我轉過了身子,在他隐忍着的眼中,我看到了我的光亮。我将手交給他,輕輕一笑:“回屋罷。”
香熏球挂在四個角上的床檐上,給屋子增添了一絲絲暖意。多日在外,還不曾好好梳洗一番。丫鬟們燒了水,我踏入木桶,水溫剛好。屏風外,夙昧點着一盞燈,拿着書,眼底有深深倦意。
我嘩啦嘩啦的撥水聲,根本就無法讓他心靜下來。他索性抛開了書:“我娘說要你信我,你待如何?”他去了那種輕佻的語氣,倒與我好好說起話來。

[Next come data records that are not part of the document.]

"""The one set of checks, on several runs at once: every run gets its own located
error, the others pass untouched. The rules are ours (common practice, no source);
the bad-input catalogue (test_bad_input.py) covers each rule's message and place."""

import numpy as np

import vpkit
from tests.conftest import make_run
from vpkit.stack import stack_runs


def _with(run, **entries):
    new = tuple((k, entries.get(k, e)) for k, e in run.entries)
    return run.__class__(new, run.units, run.bath_temperature, run.reading, run.pressure,
                         run.include, run.reason)


def test_each_run_fails_on_its_own():
    good = make_run("ethanol")
    runs = {
        "good": good,
        "swapped": _with(good, mass_after_air=vpkit.Entry(31.0, "g")),
        "zero_p": _with(good, barometric_pressure=vpkit.Entry(0.0, "kPa")),
        "kelvin": good.__class__(good.entries, ("K", "mL", ""), good.bath_temperature,
                                 good.reading, good.pressure, good.include, good.reason),
    }
    stack, failures = stack_runs(runs, strict=False)
    assert stack.run_ids == ("good",)
    found = dict(failures)
    assert found["swapped"].column == "mass_after_air" and "swapped" in found["swapped"].hint
    assert found["zero_p"].column == "barometric_pressure"
    assert "degC values" in found["kelvin"].hint and found["kelvin"].column == "bath_temperature"
    assert all(isinstance(e, vpkit.ImpossibleDataError) for e in found.values())
    np.testing.assert_array_equal(stack.T[0], stack_runs({"good": good}).T[0])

“什麽叫‘信你’我根本就不知道‘信你’什麽,相信你整一個人麽還是你說的話?”我用幹布擦上手臂。
他又是一段很長的沉默,直到燭臺上的火星子跳了跳,他才緩緩開口說道:“你知道了什麽?”
他問我他知道了什麽,卻不說他會告訴我他的事。我其實心中很是寂寥,但我沒有這個擔子與他繼續在此糾纏,我怕自己越想越難受,反倒陷入一種惡性的循環,再不出來。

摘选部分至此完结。